Goal of the exercise » In the entries, find all lines that hold the word "present" and copy them.

*** Opening of Records provided ***

def read(
    connection: Connection,
    node_id: int,
    start_ms: int,
    end_ms: int,
    names: Collection[str] | None = None,
) -> Series:
    """A node's readings with ``start_ms <= time < end_ms``, as they were sent, in catalogue units.

    Parameters
    ----------
    names
        Quantities wanted; all where not given. Readings that have none of them are still there, with NaN.
    """
    wanted = NAMES if names is None else tuple(n for n in NAMES if n in names)
    parts = [
        part
        for part in (
            *_read_blocks(connection, node_id, start_ms, end_ms, wanted),
            _read_rows(connection, node_id, start_ms, end_ms, wanted),
        )
        if len(part)
    ]
    if not parts:
        return EMPTY
    parts.sort(key=lambda part: int(part.time_ms[0]))
    if len(parts) == 1:
        return parts[0]
    present = [name for name in wanted if any(name in part.columns for part in parts)]
    series = Series(
        np.concatenate([part.time_ms for part in parts]),
        {name: np.concatenate([part.get(name) for part in parts]) for name in present},
    )
    if (np.diff(series.time_ms) > 0).all():
        return series
    # A sealed day lies between two that are not (a late backlog).
    order = np.argsort(series.time_ms)
    return Series(series.time_ms[order], {name: values[order] for name, values in series.columns.items()})


def _read_blocks(
    connection: Connection, node_id: int, start_ms: int, end_ms: int, wanted: Sequence[str]
) -> Iterator[Series]:
    b = t.reading_block.c
    found = connection.execute(
        select(b.data)
        .where(b.node_id == node_id, b.utc_day >= start_ms // DAY_MS, b.utc_day <= (end_ms - 1) // DAY_MS)
        .order_by(b.utc_day)
    ).scalars()
    for data in found.all():
        columns = unpack(data, {"time_ms", *wanted})
        values = {
            name: np.where(columns.present[name], columns.values[name] / _SCALES[name], np.nan)
            for name in wanted
            if name in columns.values
        }
        yield Series(columns.values["time_ms"], values).between(start_ms, end_ms)


def _read_rows(
    connection: Connection, node_id: int, start_ms: int, end_ms: int, wanted: Sequence[str]
) -> Series:
    columns = ", ".join(("time_ms", *wanted))
    rows = connection.exec_driver_sql(
        f"SELECT {columns} FROM reading WHERE node_id = ? AND time_ms >= ? AND time_ms < ? ORDER BY time_ms",  # noqa: S608 - catalogue names
        (node_id, start_ms, end_ms),
    ).cursor.fetchall()
    if not rows:
        return EMPTY
    # Instants and fixed-point values are far below 2**53, so that floats hold them exactly.
    grid = np.array(rows, np.float64)
    present = ~np.isnan(grid).all(axis=0)
    return Series(
        grid[:, 0].astype(np.int64),
        {name: grid[:, i] / _SCALES[name] for i, name in enumerate(wanted, start=1) if present[i]},
    )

*** Close of Records provided ***

Output for this exercise »
    present = [name for name in wanted if any(name in part.columns for part in parts)]
        {name: np.concatenate([part.get(name) for part in parts]) for name in present},
            name: np.where(columns.present[name], columns.values[name] / _SCALES[name], np.nan)
    present = ~np.isnan(grid).all(axis=0)
        {name: grid[:, i] / _SCALES[name] for i, name in enumerate(wanted, start=1) if present[i]},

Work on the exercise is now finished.